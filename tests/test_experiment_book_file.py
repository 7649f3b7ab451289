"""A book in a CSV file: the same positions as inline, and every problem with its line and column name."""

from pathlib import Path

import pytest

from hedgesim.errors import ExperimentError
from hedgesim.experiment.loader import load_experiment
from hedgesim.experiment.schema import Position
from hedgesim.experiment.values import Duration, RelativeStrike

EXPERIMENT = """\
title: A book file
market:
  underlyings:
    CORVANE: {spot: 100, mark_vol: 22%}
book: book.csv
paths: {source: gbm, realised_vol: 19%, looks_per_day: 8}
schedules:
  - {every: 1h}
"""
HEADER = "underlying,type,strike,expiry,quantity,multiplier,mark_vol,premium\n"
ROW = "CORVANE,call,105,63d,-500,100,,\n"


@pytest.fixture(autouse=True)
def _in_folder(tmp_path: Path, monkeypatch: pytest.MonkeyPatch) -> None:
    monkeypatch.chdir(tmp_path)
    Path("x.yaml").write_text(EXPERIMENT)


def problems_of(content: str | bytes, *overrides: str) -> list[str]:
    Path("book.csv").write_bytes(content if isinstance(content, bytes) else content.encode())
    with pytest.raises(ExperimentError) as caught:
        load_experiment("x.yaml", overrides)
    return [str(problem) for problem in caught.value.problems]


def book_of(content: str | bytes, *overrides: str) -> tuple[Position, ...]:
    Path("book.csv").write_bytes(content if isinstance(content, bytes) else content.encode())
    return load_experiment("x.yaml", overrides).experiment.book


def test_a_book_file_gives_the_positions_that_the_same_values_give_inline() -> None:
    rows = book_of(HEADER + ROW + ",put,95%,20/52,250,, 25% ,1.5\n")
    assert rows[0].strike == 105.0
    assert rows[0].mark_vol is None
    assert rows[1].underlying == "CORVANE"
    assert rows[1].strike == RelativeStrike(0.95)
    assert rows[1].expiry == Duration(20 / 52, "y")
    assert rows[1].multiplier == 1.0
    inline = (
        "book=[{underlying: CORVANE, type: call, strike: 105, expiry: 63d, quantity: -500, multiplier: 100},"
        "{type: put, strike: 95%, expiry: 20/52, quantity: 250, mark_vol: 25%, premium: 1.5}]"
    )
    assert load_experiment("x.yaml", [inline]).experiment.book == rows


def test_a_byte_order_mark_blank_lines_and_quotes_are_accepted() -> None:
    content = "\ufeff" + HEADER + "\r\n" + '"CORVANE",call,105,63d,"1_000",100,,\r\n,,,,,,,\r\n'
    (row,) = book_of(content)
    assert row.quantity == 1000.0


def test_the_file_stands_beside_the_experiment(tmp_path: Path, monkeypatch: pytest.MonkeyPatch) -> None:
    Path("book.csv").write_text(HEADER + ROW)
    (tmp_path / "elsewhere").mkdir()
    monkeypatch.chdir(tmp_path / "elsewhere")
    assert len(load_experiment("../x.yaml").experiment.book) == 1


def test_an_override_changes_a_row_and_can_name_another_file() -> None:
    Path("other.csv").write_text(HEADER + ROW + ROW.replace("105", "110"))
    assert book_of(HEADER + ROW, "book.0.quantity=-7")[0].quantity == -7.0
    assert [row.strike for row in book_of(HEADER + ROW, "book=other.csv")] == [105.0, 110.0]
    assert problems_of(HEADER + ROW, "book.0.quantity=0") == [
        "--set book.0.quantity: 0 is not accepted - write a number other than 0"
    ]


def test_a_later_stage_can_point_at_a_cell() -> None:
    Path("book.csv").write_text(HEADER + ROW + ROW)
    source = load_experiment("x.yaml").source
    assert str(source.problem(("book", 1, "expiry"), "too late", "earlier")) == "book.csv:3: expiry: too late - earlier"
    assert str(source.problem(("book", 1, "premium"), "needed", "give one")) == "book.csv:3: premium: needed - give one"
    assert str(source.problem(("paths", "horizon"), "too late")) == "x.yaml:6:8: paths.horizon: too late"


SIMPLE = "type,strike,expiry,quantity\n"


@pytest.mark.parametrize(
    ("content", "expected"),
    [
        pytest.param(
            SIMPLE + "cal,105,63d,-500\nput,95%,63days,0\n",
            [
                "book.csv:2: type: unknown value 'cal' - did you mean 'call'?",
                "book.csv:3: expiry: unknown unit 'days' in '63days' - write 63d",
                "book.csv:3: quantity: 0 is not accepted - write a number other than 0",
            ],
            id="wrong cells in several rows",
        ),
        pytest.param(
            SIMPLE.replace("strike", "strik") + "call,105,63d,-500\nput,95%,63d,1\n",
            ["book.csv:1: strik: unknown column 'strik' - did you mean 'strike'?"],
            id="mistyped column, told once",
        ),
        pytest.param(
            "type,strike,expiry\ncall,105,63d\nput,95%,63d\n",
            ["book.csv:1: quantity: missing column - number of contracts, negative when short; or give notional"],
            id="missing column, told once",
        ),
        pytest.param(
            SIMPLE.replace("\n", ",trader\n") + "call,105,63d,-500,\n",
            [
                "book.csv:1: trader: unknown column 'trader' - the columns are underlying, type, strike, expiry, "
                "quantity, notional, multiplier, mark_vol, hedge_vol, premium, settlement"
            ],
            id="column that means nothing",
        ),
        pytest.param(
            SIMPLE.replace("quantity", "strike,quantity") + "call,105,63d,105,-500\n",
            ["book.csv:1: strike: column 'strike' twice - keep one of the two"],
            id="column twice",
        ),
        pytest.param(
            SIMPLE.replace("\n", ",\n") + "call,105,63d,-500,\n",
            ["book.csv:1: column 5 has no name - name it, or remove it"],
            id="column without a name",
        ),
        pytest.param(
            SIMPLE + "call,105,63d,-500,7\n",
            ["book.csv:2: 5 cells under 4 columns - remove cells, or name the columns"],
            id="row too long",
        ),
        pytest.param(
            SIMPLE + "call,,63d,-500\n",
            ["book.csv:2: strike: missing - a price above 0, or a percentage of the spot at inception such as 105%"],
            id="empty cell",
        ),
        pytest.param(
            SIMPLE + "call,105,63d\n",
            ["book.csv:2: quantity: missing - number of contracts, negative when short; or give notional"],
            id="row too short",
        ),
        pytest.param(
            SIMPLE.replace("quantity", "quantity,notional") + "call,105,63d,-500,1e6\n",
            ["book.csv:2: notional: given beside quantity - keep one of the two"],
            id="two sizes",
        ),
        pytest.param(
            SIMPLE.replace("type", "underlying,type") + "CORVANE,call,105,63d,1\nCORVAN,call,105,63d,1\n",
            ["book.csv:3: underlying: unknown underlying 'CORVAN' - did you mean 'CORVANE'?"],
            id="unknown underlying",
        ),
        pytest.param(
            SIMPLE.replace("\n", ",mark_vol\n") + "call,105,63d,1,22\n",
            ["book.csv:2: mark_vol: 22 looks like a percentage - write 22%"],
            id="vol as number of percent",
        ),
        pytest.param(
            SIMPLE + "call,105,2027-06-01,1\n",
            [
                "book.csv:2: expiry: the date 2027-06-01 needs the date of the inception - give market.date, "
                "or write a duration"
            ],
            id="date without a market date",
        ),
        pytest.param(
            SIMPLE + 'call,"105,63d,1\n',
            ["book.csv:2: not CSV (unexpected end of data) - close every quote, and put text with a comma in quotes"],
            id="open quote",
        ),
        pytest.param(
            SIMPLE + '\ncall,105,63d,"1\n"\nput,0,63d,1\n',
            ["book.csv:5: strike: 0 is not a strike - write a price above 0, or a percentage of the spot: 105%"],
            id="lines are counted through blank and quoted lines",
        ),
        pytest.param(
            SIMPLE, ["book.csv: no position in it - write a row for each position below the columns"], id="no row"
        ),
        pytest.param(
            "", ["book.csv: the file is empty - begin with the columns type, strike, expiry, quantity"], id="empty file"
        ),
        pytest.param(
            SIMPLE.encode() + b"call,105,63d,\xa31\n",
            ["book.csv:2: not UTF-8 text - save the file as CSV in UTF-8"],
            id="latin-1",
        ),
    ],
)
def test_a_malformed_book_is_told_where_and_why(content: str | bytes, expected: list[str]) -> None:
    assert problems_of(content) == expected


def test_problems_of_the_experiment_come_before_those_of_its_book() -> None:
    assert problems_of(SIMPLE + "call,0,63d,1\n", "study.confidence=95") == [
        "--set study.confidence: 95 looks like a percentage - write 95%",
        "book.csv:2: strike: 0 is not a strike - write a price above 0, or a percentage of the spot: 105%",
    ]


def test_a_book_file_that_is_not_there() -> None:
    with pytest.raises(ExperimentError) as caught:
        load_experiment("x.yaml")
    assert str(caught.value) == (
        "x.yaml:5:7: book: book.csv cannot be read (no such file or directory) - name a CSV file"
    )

- - - -

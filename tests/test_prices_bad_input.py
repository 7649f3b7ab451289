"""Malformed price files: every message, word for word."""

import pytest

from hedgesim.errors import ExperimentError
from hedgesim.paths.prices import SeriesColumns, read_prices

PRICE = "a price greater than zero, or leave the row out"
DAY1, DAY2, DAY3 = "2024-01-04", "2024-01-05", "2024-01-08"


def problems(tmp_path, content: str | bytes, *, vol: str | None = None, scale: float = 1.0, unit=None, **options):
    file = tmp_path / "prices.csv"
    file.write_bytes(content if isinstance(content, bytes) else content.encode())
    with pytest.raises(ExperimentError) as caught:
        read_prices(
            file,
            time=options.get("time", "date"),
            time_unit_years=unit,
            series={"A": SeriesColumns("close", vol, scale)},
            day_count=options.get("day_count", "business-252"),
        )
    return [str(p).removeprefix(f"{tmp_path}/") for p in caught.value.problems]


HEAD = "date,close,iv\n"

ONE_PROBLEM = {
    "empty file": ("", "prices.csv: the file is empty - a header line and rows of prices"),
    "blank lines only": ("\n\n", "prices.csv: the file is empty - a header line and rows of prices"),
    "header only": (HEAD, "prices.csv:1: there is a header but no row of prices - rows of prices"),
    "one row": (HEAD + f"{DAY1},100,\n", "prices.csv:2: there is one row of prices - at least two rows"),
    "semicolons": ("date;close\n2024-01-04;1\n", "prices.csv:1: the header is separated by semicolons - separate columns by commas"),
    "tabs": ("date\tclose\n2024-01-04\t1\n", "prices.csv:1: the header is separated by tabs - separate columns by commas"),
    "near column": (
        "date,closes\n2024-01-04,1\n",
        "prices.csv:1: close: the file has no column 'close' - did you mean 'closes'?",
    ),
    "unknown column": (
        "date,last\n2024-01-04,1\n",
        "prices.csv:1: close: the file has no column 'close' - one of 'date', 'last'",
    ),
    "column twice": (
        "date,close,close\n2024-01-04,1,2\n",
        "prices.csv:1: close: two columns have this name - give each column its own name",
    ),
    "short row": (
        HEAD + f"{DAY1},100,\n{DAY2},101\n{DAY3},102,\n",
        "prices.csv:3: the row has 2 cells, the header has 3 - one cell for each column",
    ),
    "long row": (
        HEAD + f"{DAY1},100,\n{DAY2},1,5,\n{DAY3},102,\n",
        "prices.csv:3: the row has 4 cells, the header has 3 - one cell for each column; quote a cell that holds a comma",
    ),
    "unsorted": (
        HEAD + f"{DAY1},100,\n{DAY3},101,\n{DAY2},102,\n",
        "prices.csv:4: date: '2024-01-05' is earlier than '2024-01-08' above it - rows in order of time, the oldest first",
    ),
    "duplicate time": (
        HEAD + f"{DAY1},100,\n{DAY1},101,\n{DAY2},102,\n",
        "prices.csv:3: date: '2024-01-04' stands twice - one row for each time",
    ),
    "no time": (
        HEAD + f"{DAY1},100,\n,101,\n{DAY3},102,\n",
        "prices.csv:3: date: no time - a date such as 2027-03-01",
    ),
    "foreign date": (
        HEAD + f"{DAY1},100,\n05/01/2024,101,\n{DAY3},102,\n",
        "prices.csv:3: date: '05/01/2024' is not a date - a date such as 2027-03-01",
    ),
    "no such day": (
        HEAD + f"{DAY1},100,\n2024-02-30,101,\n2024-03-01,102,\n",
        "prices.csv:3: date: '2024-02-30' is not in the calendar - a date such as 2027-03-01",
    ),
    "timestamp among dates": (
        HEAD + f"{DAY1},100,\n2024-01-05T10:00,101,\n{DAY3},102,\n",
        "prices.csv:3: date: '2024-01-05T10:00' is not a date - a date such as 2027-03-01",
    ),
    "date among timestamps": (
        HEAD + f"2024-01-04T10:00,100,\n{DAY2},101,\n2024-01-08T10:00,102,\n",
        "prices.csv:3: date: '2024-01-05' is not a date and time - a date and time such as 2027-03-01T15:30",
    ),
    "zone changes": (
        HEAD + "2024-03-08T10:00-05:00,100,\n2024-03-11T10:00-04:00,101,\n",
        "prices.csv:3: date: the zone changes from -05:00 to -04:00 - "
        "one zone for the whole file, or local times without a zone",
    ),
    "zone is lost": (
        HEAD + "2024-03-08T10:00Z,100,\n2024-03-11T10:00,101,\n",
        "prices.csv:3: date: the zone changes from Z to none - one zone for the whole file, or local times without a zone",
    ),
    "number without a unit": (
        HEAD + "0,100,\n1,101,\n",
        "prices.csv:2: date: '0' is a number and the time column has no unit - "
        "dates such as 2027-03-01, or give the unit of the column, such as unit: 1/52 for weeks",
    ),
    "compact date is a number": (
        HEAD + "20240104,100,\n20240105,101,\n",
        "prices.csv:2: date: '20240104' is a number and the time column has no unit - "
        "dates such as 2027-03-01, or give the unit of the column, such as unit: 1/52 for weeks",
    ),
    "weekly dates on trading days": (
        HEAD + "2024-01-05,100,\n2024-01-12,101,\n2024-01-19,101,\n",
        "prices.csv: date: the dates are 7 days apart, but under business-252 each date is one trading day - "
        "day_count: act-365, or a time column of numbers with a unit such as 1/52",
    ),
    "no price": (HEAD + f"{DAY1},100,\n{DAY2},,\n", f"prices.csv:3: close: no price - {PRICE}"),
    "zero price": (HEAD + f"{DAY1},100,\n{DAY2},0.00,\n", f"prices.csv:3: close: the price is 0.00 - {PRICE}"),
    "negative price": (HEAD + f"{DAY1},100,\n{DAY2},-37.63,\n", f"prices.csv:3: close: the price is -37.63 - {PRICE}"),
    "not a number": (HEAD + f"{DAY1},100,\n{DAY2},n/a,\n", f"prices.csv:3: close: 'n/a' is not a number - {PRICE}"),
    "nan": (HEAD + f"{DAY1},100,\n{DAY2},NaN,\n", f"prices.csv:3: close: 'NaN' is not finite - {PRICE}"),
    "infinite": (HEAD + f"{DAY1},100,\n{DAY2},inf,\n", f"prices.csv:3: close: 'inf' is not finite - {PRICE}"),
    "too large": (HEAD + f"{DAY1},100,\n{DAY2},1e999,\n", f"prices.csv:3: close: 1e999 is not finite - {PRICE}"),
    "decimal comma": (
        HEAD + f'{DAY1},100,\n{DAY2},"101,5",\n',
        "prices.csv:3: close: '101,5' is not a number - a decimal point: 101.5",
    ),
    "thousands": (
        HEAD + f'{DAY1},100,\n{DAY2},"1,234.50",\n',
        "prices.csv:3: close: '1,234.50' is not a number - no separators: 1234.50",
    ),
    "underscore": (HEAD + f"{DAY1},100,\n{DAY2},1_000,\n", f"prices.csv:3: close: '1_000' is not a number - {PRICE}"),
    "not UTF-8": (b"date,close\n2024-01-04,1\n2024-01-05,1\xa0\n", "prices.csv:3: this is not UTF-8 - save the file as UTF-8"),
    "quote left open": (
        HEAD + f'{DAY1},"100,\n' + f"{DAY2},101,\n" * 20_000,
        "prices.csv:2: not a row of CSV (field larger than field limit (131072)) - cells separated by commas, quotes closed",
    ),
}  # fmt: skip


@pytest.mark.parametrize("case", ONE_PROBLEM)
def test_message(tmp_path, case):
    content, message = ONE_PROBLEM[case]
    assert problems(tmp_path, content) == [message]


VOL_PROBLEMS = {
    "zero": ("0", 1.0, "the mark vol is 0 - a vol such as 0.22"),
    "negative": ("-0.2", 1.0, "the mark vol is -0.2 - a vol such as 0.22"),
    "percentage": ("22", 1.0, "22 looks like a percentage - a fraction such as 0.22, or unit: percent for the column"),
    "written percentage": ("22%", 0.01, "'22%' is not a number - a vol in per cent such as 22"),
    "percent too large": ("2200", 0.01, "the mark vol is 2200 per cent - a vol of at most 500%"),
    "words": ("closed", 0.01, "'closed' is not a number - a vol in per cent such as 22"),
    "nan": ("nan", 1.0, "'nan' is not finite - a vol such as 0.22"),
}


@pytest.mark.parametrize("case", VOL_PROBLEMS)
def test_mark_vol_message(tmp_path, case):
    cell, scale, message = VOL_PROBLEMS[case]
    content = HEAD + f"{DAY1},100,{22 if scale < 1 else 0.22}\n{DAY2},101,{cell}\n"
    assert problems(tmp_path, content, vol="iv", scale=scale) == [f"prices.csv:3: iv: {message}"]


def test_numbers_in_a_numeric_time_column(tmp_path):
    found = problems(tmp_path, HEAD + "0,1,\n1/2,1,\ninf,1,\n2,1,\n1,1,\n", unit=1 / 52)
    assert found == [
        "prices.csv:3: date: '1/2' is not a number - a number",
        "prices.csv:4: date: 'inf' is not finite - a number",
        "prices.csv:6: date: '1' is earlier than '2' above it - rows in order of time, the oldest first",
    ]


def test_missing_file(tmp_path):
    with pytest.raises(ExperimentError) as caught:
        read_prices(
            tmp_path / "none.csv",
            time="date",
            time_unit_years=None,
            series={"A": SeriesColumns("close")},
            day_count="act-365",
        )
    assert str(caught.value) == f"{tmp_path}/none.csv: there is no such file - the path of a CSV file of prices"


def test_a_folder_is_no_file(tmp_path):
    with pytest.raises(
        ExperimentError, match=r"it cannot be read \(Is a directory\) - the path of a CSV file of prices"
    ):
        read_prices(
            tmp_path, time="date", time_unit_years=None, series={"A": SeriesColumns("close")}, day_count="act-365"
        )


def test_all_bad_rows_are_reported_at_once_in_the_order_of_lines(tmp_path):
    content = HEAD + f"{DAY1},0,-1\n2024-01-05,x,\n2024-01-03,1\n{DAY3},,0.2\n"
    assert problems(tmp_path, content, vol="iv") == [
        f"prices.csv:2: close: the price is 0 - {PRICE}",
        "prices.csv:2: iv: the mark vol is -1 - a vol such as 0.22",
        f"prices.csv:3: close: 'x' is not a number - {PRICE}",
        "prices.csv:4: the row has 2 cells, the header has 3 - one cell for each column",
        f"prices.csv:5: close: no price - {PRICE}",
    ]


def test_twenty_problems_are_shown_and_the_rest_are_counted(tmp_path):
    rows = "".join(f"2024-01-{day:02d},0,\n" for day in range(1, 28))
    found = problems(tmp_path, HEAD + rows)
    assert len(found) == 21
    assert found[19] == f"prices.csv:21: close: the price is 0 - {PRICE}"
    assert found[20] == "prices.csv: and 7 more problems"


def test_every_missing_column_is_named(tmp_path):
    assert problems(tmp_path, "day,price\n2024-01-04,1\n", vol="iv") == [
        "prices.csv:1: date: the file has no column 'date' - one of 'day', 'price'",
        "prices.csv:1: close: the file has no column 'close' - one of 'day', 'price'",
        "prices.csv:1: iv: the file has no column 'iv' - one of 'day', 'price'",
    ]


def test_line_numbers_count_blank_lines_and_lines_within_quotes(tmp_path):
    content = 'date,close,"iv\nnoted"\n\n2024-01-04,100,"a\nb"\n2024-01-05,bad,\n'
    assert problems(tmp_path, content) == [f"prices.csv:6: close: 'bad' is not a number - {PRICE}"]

- - - -

Provide only the number of lines above that contain the word "import".

9